> [INSTRUCTIONS TO FOLLOW]: The records follow. Retype them without a single change.

> [DATA RECORDS]:
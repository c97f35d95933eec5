import { diagnoses, eventFlags } from "@emberladder/db";
import type { Queryable } from "@emberladder/db";
import { and, asc, eq } from "drizzle-orm";

export async function listFlagsOf(db: Queryable, companyId: string, diagnosisId: string) {
  return db
    .select({ eventId: eventFlags.eventId, rule: eventFlags.rule, params: eventFlags.params })
    .from(eventFlags)
    .where(and(eq(eventFlags.companyId, companyId), eq(eventFlags.diagnosisId, diagnosisId)))
    .orderBy(asc(eventFlags.id));
}

/** Ends the waiting of a flagged closing; false when it does not wait. */
export async function endWaiting(db: Queryable, companyId: string, diagnosisId: string): Promise<boolean> {
  const [result] = await db
    .update(diagnoses)
    .set({ waitsForRelease: false })
    .where(
      and(
        eq(diagnoses.companyId, companyId),
        eq(diagnoses.id, diagnosisId),
        eq(diagnoses.waitsForRelease, true),
      ),
    );
  return result.affectedRows === 1;
}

> [OUTPUT OF THE EXERCISE]:
repository c97f35d95933eec5
import { diagnoses, eventFlags } from "@emberladder/db";
import type { Queryable } from "@emberladder/db";
import { and, asc, eq } from "drizzle-orm";

export async function listFlagsOf(db: Queryable, companyId: string, diagnosisId: string) {
  return db
    .select({ eventId: eventFlags.eventId, rule: eventFlags.rule, params: eventFlags.params })
    .from(eventFlags)
    .where(and(eq(eventFlags.companyId, companyId), eq(eventFlags.diagnosisId, diagnosisId)))
    .orderBy(asc(eventFlags.id));
}

/** Ends the waiting of a flagged closing; false when it does not wait. */
export async function endWaiting(db: Queryable, companyId: string, diagnosisId: string): Promise<boolean> {
  const [result] = await db
    .update(diagnoses)
    .set({ waitsForRelease: false })
    .where(
      and(
        eq(diagnoses.companyId, companyId),
        eq(diagnoses.id, diagnosisId),
        eq(diagnoses.waitsForRelease, true),
      ),
    );
  return result.affectedRows === 1;
}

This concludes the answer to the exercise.